Dataset records:
▬▬▬▬▬▬

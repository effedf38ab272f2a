package model

import (
	"fmt"
	"testing"

	"gonum.org/v1/gonum/mat"
)

// benchWorld returns a simulated panel of n weeks and k channels.
func benchWorld(b *testing.B, n, k int) (*Design, []float64) {
	b.Helper()
	tr := &Truth{Seed: 5, Weeks: n, Intercept: 300000, Trend: 20000, Season: 0.08, NoiseSD: 0.05}
	for i := range k {
		c := TrueChannel{Name: fmt.Sprintf("ch%02d", i), MeanSpend: 10000 + 2000*float64(i), Variation: 0.6,
			Dark: 0.1, Decay: 0.1 + 0.05*float64(i%8), HalfSat: 0.8 + 0.2*float64(i%5), Shape: 1 + 0.15*float64(i%4),
			Beta: 60000}
		tr.Channels = append(tr.Channels, c)
	}
	tr.Controls = []TrueControl{{Name: "price", Mean: 1, SD: 0.04, AR: 0.8, Coef: -50000}, {Name: "promo", OnShare: 0.15, Coef: 20000}}
	sim, err := Simulate(tr)
	if err != nil {
		b.Fatal(err)
	}
	d, err := NewDesign(sim.Panel, tr.Spec())
	if err != nil {
		b.Fatal(err)
	}
	return d, sim.Panel.KPI
}

// BenchmarkFit is a full multi-start fit (6 starts, one worker).
func BenchmarkFit(b *testing.B) {
	for _, sz := range []struct{ n, k int }{{156, 6}, {312, 12}} {
		b.Run(fmt.Sprintf("%dx%d", sz.n, sz.k), func(b *testing.B) {
			d, y := benchWorld(b, sz.n, sz.k)
			b.ResetTimer()
			for range b.N {
				if _, err := d.Fit(y, FitSettings{Seed: 1, Workers: 1}); err != nil {
					b.Fatal(err)
				}
			}
		})
	}
}

// BenchmarkEvaluate is one objective evaluation (transforms, projection,
// NNLS) against BenchmarkFullQR, a QR solve of the same full design matrix.
func BenchmarkEvaluate(b *testing.B) {
	d, y := benchWorld(b, 156, 6)
	w := newWorkspace(d, y)
	lo, hi := d.bounds()
	th := make([]float64, len(lo))
	for j := range th {
		th[j] = (lo[j] + hi[j]) / 2
	}
	b.ResetTimer()
	for range b.N {
		if _, err := w.solver.Evaluate(th); err != nil {
			b.Fatal(err)
		}
	}
}

func BenchmarkFullQR(b *testing.B) {
	d, y := benchWorld(b, 156, 6)
	p := d.Spec.NumFixed()
	k := len(d.Spec.Channels)
	a := mat.NewDense(d.N, p+k, nil)
	m := make([]float64, d.N)
	for j := range p {
		for t := range d.N {
			a.Set(t, j, d.Fixed.At(t, j))
		}
	}
	for c := range k {
		d.Media(m, c, ChannelParams{Decay: 0.4, HalfSat: 1, Shape: 1.5})
		a.SetCol(p+c, m)
	}
	yv := mat.NewVecDense(d.N, y)
	b.ResetTimer()
	for range b.N {
		var qr mat.QR
		qr.Factorize(a)
		var x mat.VecDense
		if err := qr.SolveVecTo(&x, false, yv); err != nil {
			b.Fatal(err)
		}
	}
}
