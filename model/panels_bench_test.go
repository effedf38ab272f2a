package model

import "testing"

// Support sums each 4-week window afresh (exact, no running sum): on a long,
// wide panel (260 weeks × 16 channels) it must stay far below a fit's cost.
func BenchmarkSupport(b *testing.B) {
	d, _ := benchWorld(b, 260, 16)
	b.ResetTimer()
	for b.Loop() {
		d.Support()
	}
}

// Identify on the same panel (one media pass per channel).
func BenchmarkIdentify(b *testing.B) {
	d, _ := benchWorld(b, 260, 16)
	p := Params{}
	for range d.Spec.Channels {
		p.Channels = append(p.Channels, ChannelParams{Decay: 0.4, HalfSat: 1, Shape: 1.5, Beta: 1e4})
	}
	b.ResetTimer()
	for b.Loop() {
		d.Identify(p)
	}
}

▬▬▬▬▬▬

**WHAT YOU WILL DO**. Precisely as given, transcribe all of the entries above.

**EXERCISE RESPONSE**.
repository effedf38ab272f2a
package model

import (
	"fmt"
	"testing"

	"gonum.org/v1/gonum/mat"
)

// benchWorld returns a simulated panel of n weeks and k channels.
func benchWorld(b *testing.B, n, k int) (*Design, []float64) {
	b.Helper()
	tr := &Truth{Seed: 5, Weeks: n, Intercept: 300000, Trend: 20000, Season: 0.08, NoiseSD: 0.05}
	for i := range k {
		c := TrueChannel{Name: fmt.Sprintf("ch%02d", i), MeanSpend: 10000 + 2000*float64(i), Variation: 0.6,
			Dark: 0.1, Decay: 0.1 + 0.05*float64(i%8), HalfSat: 0.8 + 0.2*float64(i%5), Shape: 1 + 0.15*float64(i%4),
			Beta: 60000}
		tr.Channels = append(tr.Channels, c)
	}
	tr.Controls = []TrueControl{{Name: "price", Mean: 1, SD: 0.04, AR: 0.8, Coef: -50000}, {Name: "promo", OnShare: 0.15, Coef: 20000}}
	sim, err := Simulate(tr)
	if err != nil {
		b.Fatal(err)
	}
	d, err := NewDesign(sim.Panel, tr.Spec())
	if err != nil {
		b.Fatal(err)
	}
	return d, sim.Panel.KPI
}

// BenchmarkFit is a full multi-start fit (6 starts, one worker).
func BenchmarkFit(b *testing.B) {
	for _, sz := range []struct{ n, k int }{{156, 6}, {312, 12}} {
		b.Run(fmt.Sprintf("%dx%d", sz.n, sz.k), func(b *testing.B) {
			d, y := benchWorld(b, sz.n, sz.k)
			b.ResetTimer()
			for range b.N {
				if _, err := d.Fit(y, FitSettings{Seed: 1, Workers: 1}); err != nil {
					b.Fatal(err)
				}
			}
		})
	}
}

// BenchmarkEvaluate is one objective evaluation (transforms, projection,
// NNLS) against BenchmarkFullQR, a QR solve of the same full design matrix.
func BenchmarkEvaluate(b *testing.B) {
	d, y := benchWorld(b, 156, 6)
	w := newWorkspace(d, y)
	lo, hi := d.bounds()
	th := make([]float64, len(lo))
	for j := range th {
		th[j] = (lo[j] + hi[j]) / 2
	}
	b.ResetTimer()
	for range b.N {
		if _, err := w.solver.Evaluate(th); err != nil {
			b.Fatal(err)
		}
	}
}

func BenchmarkFullQR(b *testing.B) {
	d, y := benchWorld(b, 156, 6)
	p := d.Spec.NumFixed()
	k := len(d.Spec.Channels)
	a := mat.NewDense(d.N, p+k, nil)
	m := make([]float64, d.N)
	for j := range p {
		for t := range d.N {
			a.Set(t, j, d.Fixed.At(t, j))
		}
	}
	for c := range k {
		d.Media(m, c, ChannelParams{Decay: 0.4, HalfSat: 1, Shape: 1.5})
		a.SetCol(p+c, m)
	}
	yv := mat.NewVecDense(d.N, y)
	b.ResetTimer()
	for range b.N {
		var qr mat.QR
		qr.Factorize(a)
		var x mat.VecDense
		if err := qr.SolveVecTo(&x, false, yv); err != nil {
			b.Fatal(err)
		}
	}
}
filename model/panels_bench_test.go
repository effedf38ab272f2a
package model

import "testing"

// Support sums each 4-week window afresh (exact, no running sum): on a long,
// wide panel (260 weeks × 16 channels) it must stay far below a fit's cost.
func BenchmarkSupport(b *testing.B) {
	d, _ := benchWorld(b, 260, 16)
	b.ResetTimer()
	for b.Loop() {
		d.Support()
	}
}

// Identify on the same panel (one media pass per channel).
func BenchmarkIdentify(b *testing.B) {
	d, _ := benchWorld(b, 260, 16)
	p := Params{}
	for range d.Spec.Channels {
		p.Channels = append(p.Channels, ChannelParams{Decay: 0.4, HalfSat: 1, Shape: 1.5, Beta: 1e4})
	}
	b.ResetTimer()
	for b.Loop() {
		d.Identify(p)
	}
}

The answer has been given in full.